[Opening Source data section]

def build_deposit(seed: int = 7) -> DepositModel:
    """Draw the random fields of one Vellantra realisation.

    Parameters
    ----------
    seed : int
        Seed of the geology stream (``numpy.random.default_rng([seed, 1])``).
    """
    rng = np.random.default_rng([int(seed), 1])
    fields = {
        name: FourierField.make(rng, length, dims=dims) for name, length, dims in _FIELD_SPECS
    }
    return DepositModel(int(seed), fields)


def _sig(x):
    return 0.5 * (1.0 + np.tanh(0.5 * x))


@dataclass(frozen=True)
class Geology:
    """The true state of the rock at N points (no measurement noise).

    minerals_pct : (N, 35) wt% in :data:`MINERALS` order, rows summing to 100.
    gypsum_frac : share of the sulfate group that is gypsum (the rest anhydrite).
    zones : membership weights (potassic, phyllic, propylitic, fresh, advanced_argillic,
        leached, oxide, enriched, dyke), each 0-1.
    trace : au_gpt, ag_gpt, as_ppm, zn_ppm, pb_ppm.
    lith_code : (N,) str lithology code.
    """

    minerals_pct: np.ndarray
    gypsum_frac: np.ndarray
    zones: dict[str, np.ndarray]
    trace: dict[str, np.ndarray]
    lith_code: np.ndarray
    porosity_frac: np.ndarray
    white_mica_aloh_nm: np.ndarray
    chlorite_feoh_nm: np.ndarray
    core_distance_idx: np.ndarray
    depth_below_surface_m: np.ndarray
    sulfate_front_z_m: np.ndarray


def lithology_at(model: DepositModel, x_m, y_m, z_m) -> np.ndarray:
    """Lithology code (:data:`LITH_CODES`) at points [m], without the rest of the geology."""
    x = np.asarray(x_m, dtype=float).ravel()
    y = np.asarray(y_m, dtype=float).ravel()
    z = np.asarray(z_m, dtype=float).ravel()
    return _lithology(model, x, y, z, model.topography_m(x, y))


def _lithology(model: DepositModel, x, y, z, topo):
    f = model.fields
    xc = CENTRE_E_M + 0.12 * (z - CORE_Z_M)
    yc = CENTRE_N_M + 0.05 * (z - CORE_Z_M)
    r_st = np.hypot((x - xc) / 300.0, (y - yc) / 250.0) * np.exp(0.12 * f["stock"](x, y, z))
    stock_top = 1150.0 + 30.0 * f["stock_top"](x, y) - 120.0 * r_st**2
    in_stock = (r_st < 1.0) & (z < stock_top)
    in_pim = (r_st < 0.5) & (z < stock_top - 90.0)
    r_bx = (
        np.hypot(x - CENTRE_E_M - 200.0, y - CENTRE_N_M - 150.0)
        / 90.0
        * np.exp(0.2 * f["breccia"](x, y, z))
    )
    in_bx = (r_bx < 1.0) & (z > 930.0) & (z < 1210.0)
    # late dyke: strike 035, dip 80 towards 125, about 14 m wide
    strike = np.radians(35.0)
    dipdir = np.radians(125.0)
    s = np.array([np.sin(strike), np.cos(strike), 0.0])
    dvec = np.array(
        [
            np.cos(np.radians(80.0)) * np.sin(dipdir),
            np.cos(np.radians(80.0)) * np.cos(dipdir),
            -np.sin(np.radians(80.0)),
        ]
    )
    n = np.cross(s, dvec)
    dist = (x - CENTRE_E_M - 80.0) * n[0] + (y - CENTRE_N_M + 60.0) * n[1] + (z - CORE_Z_M) * n[2]
    in_dyke = np.abs(dist) < 7.0 + 2.5 * f["dyke"](x, y)
    cover = np.clip(4.0 + 4.0 * f["cover"](x, y), 0.0, 12.0)
    in_col = (topo - z) < cover
    vcl_base = 1180.0 + 20.0 * f["lithocap_base"](x, y)
    bedded = f["layers"](x, y, z) > 0.55
    code = np.where(
        z > vcl_base, np.where(bedded, "TUF", "VCL"), np.where(bedded, "AVB", "AND")
    ).astype(object)
    code[in_stock] = "PEP"
    code[in_pim] = "PIM"
    code[in_bx] = "BXH"
    code[in_dyke] = "DYK"
    code[in_col] = "COL"
    return code.astype(str)


def _alteration(f, x, y, z, dyke):
    """Zone weights of the hypogene shells and the lithocap (they sum to 1 at every point)."""
    # hypogene shells around the core, telescoped: the phyllic shell climbs inward
    xc = CENTRE_E_M + 0.12 * (z - CORE_Z_M)
    yc = CENTRE_N_M + 0.05 * (z - CORE_Z_M)
    d = np.sqrt(
        ((x - xc) / 330.0) ** 2 + ((y - yc) / 270.0) ** 2 + ((z - CORE_Z_M) / 450.0) ** 2
    ) * np.exp(0.16 * f["shell"](x, y, z))
    up = np.clip((z - CORE_Z_M) / 400.0, 0.0, 1.0)
    s_pot = _sig((0.72 - 0.22 * up - d) / 0.05)
    s_phy = np.maximum(_sig((1.22 + 0.10 * up - d) / 0.07), s_pot)
    s_pro = np.maximum(_sig((2.0 - d) / 0.12), s_phy)
    w = {
        "potassic": s_pot,
        "phyllic": s_phy - s_pot,
        "propylitic": s_pro - s_phy,
        "fresh": 1.0 - s_pro,
    }
    # advanced-argillic lithocap lens, its base rising away from its centre
    r_aa = np.hypot((x - CENTRE_E_M - 250.0) / 480.0, (y - CENTRE_N_M + 80.0) / 400.0) * np.exp(
        0.18 * f["lithocap"](x, y, z)
    )
    z_aa = 1225.0 + 20.0 * f["lithocap_base"](x, y) + 50.0 * r_aa**2
    w_aa = _sig((z - z_aa) / 8.0) * _sig((1.0 - r_aa) / 0.07)
    for k in w:
        w[k] = w[k] * (1.0 - w_aa)
    w["advanced_argillic"] = w_aa
    # the post-mineral dyke is fresh rock
    for k in w:
        w[k] = w[k] * (1.0 - dyke)
    w["fresh"] = w["fresh"] + dyke
    return w, d, up


def _weathering(f, x, y, z, topo):
    """Leached cap over the supergene blanket (oxide top, enriched sulfides below)."""
    z_wt = topo - 42.0 - 14.0 * f["water_table"](x, y)
    w_lc = _sig((z - z_wt) / 2.5)
    z_sgb = z_wt - (38.0 + 12.0 * f["blanket"](x, y))
    w_sg = _sig((z - z_sgb) / 3.0) * (1.0 - w_lc)
    w_ox = w_sg * _sig((z - (z_wt - 18.0)) / 3.0)
    return {
        "leached": w_lc,
        "oxide": w_ox,
        "enriched": w_sg - w_ox,
        "hypogene": np.clip(1.0 - w_lc - w_sg, 0.0, 1.0),
    }


def _base_minerals(f, x, y, z, topo, w, lith, ftex):
    """Alteration assemblages with textural variation, smectite patches and tourmaline."""
    m = np.zeros((len(x), len(MINERALS)))
    tex = [np.exp(0.35 * ft - 0.06) for ft in ftex]
    for zone, assemblage in ASSEMBLAGES_PCT.items():
        wz = w[zone]
        for mineral, pct in assemblage.items():
            j = _IX[mineral]
            m[:, j] += wz * pct * tex[j % 5]
    # smectite patches (late overprint, stronger near surface) and tourmaline in places
    patch = _sig((f["smectite"](x, y, z) - 0.85) / 0.12)
    m[:, _IX["smectite"]] += (
        patch * (3.0 + 9.0 * _sig((z - (topo - 220.0)) / 25.0)) * (1.0 - 0.6 * w["potassic"])
    )
    w_aa = w["advanced_argillic"]
    tour = _sig((f["tourmaline"](x, y, z) - 1.1) / 0.12) * (w["phyllic"] + 0.5 * w_aa) * 5.0
    m[:, _IX["tourmaline"]] += tour + 6.0 * (lith == "BXH") * tex[3]
    return m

[Closing Source data section]

Could you return all the data above exactly as it appears?

def build_deposit(seed: int = 7) -> DepositModel:
    """Draw the random fields of one Vellantra realisation.

    Parameters
    ----------
    seed : int
        Seed of the geology stream (``numpy.random.default_rng([seed, 1])``).
    """
    rng = np.random.default_rng([int(seed), 1])
    fields = {
        name: FourierField.make(rng, length, dims=dims) for name, length, dims in _FIELD_SPECS
    }
    return DepositModel(int(seed), fields)


def _sig(x):
    return 0.5 * (1.0 + np.tanh(0.5 * x))


@dataclass(frozen=True)
class Geology:
    """The true state of the rock at N points (no measurement noise).

    minerals_pct : (N, 35) wt% in :data:`MINERALS` order, rows summing to 100.
    gypsum_frac : share of the sulfate group that is gypsum (the rest anhydrite).
    zones : membership weights (potassic, phyllic, propylitic, fresh, advanced_argillic,
        leached, oxide, enriched, dyke), each 0-1.
    trace : au_gpt, ag_gpt, as_ppm, zn_ppm, pb_ppm.
    lith_code : (N,) str lithology code.
    """

    minerals_pct: np.ndarray
    gypsum_frac: np.ndarray
    zones: dict[str, np.ndarray]
    trace: dict[str, np.ndarray]
    lith_code: np.ndarray
    porosity_frac: np.ndarray
    white_mica_aloh_nm: np.ndarray
    chlorite_feoh_nm: np.ndarray
    core_distance_idx: np.ndarray
    depth_below_surface_m: np.ndarray
    sulfate_front_z_m: np.ndarray


def lithology_at(model: DepositModel, x_m, y_m, z_m) -> np.ndarray:
    """Lithology code (:data:`LITH_CODES`) at points [m], without the rest of the geology."""
    x = np.asarray(x_m, dtype=float).ravel()
    y = np.asarray(y_m, dtype=float).ravel()
    z = np.asarray(z_m, dtype=float).ravel()
    return _lithology(model, x, y, z, model.topography_m(x, y))


def _lithology(model: DepositModel, x, y, z, topo):
    f = model.fields
    xc = CENTRE_E_M + 0.12 * (z - CORE_Z_M)
    yc = CENTRE_N_M + 0.05 * (z - CORE_Z_M)
    r_st = np.hypot((x - xc) / 300.0, (y - yc) / 250.0) * np.exp(0.12 * f["stock"](x, y, z))
    stock_top = 1150.0 + 30.0 * f["stock_top"](x, y) - 120.0 * r_st**2
    in_stock = (r_st < 1.0) & (z < stock_top)
    in_pim = (r_st < 0.5) & (z < stock_top - 90.0)
    r_bx = (
        np.hypot(x - CENTRE_E_M - 200.0, y - CENTRE_N_M - 150.0)
        / 90.0
        * np.exp(0.2 * f["breccia"](x, y, z))
    )
    in_bx = (r_bx < 1.0) & (z > 930.0) & (z < 1210.0)
    # late dyke: strike 035, dip 80 towards 125, about 14 m wide
    strike = np.radians(35.0)
    dipdir = np.radians(125.0)
    s = np.array([np.sin(strike), np.cos(strike), 0.0])
    dvec = np.array(
        [
            np.cos(np.radians(80.0)) * np.sin(dipdir),
            np.cos(np.radians(80.0)) * np.cos(dipdir),
            -np.sin(np.radians(80.0)),
        ]
    )
    n = np.cross(s, dvec)
    dist = (x - CENTRE_E_M - 80.0) * n[0] + (y - CENTRE_N_M + 60.0) * n[1] + (z - CORE_Z_M) * n[2]
    in_dyke = np.abs(dist) < 7.0 + 2.5 * f["dyke"](x, y)
    cover = np.clip(4.0 + 4.0 * f["cover"](x, y), 0.0, 12.0)
    in_col = (topo - z) < cover
    vcl_base = 1180.0 + 20.0 * f["lithocap_base"](x, y)
    bedded = f["layers"](x, y, z) > 0.55
    code = np.where(
        z > vcl_base, np.where(bedded, "TUF", "VCL"), np.where(bedded, "AVB", "AND")
    ).astype(object)
    code[in_stock] = "PEP"
    code[in_pim] = "PIM"
    code[in_bx] = "BXH"
    code[in_dyke] = "DYK"
    code[in_col] = "COL"
    return code.astype(str)


def _alteration(f, x, y, z, dyke):
    """Zone weights of the hypogene shells and the lithocap (they sum to 1 at every point)."""
    # hypogene shells around the core, telescoped: the phyllic shell climbs inward
    xc = CENTRE_E_M + 0.12 * (z - CORE_Z_M)
    yc = CENTRE_N_M + 0.05 * (z - CORE_Z_M)
    d = np.sqrt(
        ((x - xc) / 330.0) ** 2 + ((y - yc) / 270.0) ** 2 + ((z - CORE_Z_M) / 450.0) ** 2
    ) * np.exp(0.16 * f["shell"](x, y, z))
    up = np.clip((z - CORE_Z_M) / 400.0, 0.0, 1.0)
    s_pot = _sig((0.72 - 0.22 * up - d) / 0.05)
    s_phy = np.maximum(_sig((1.22 + 0.10 * up - d) / 0.07), s_pot)
    s_pro = np.maximum(_sig((2.0 - d) / 0.12), s_phy)
    w = {
        "potassic": s_pot,
        "phyllic": s_phy - s_pot,
        "propylitic": s_pro - s_phy,
        "fresh": 1.0 - s_pro,
    }
    # advanced-argillic lithocap lens, its base rising away from its centre
    r_aa = np.hypot((x - CENTRE_E_M - 250.0) / 480.0, (y - CENTRE_N_M + 80.0) / 400.0) * np.exp(
        0.18 * f["lithocap"](x, y, z)
    )
    z_aa = 1225.0 + 20.0 * f["lithocap_base"](x, y) + 50.0 * r_aa**2
    w_aa = _sig((z - z_aa) / 8.0) * _sig((1.0 - r_aa) / 0.07)
    for k in w:
        w[k] = w[k] * (1.0 - w_aa)
    w["advanced_argillic"] = w_aa
    # the post-mineral dyke is fresh rock
    for k in w:
        w[k] = w[k] * (1.0 - dyke)
    w["fresh"] = w["fresh"] + dyke
    return w, d, up


def _weathering(f, x, y, z, topo):
    """Leached cap over the supergene blanket (oxide top, enriched sulfides below)."""
    z_wt = topo - 42.0 - 14.0 * f["water_table"](x, y)
    w_lc = _sig((z - z_wt) / 2.5)
    z_sgb = z_wt - (38.0 + 12.0 * f["blanket"](x, y))
    w_sg = _sig((z - z_sgb) / 3.0) * (1.0 - w_lc)
    w_ox = w_sg * _sig((z - (z_wt - 18.0)) / 3.0)
    return {
        "leached": w_lc,
        "oxide": w_ox,
        "enriched": w_sg - w_ox,
        "hypogene": np.clip(1.0 - w_lc - w_sg, 0.0, 1.0),
    }


def _base_minerals(f, x, y, z, topo, w, lith, ftex):
    """Alteration assemblages with textural variation, smectite patches and tourmaline."""
    m = np.zeros((len(x), len(MINERALS)))
    tex = [np.exp(0.35 * ft - 0.06) for ft in ftex]
    for zone, assemblage in ASSEMBLAGES_PCT.items():
        wz = w[zone]
        for mineral, pct in assemblage.items():
            j = _IX[mineral]
            m[:, j] += wz * pct * tex[j % 5]
    # smectite patches (late overprint, stronger near surface) and tourmaline in places
    patch = _sig((f["smectite"](x, y, z) - 0.85) / 0.12)
    m[:, _IX["smectite"]] += (
        patch * (3.0 + 9.0 * _sig((z - (topo - 220.0)) / 25.0)) * (1.0 - 0.6 * w["potassic"])
    )
    w_aa = w["advanced_argillic"]
    tour = _sig((f["tourmaline"](x, y, z) - 1.1) / 0.12) * (w["phyllic"] + 0.5 * w_aa) * 5.0
    m[:, _IX["tourmaline"]] += tour + 6.0 * (lith == "BXH") * tex[3]
    return m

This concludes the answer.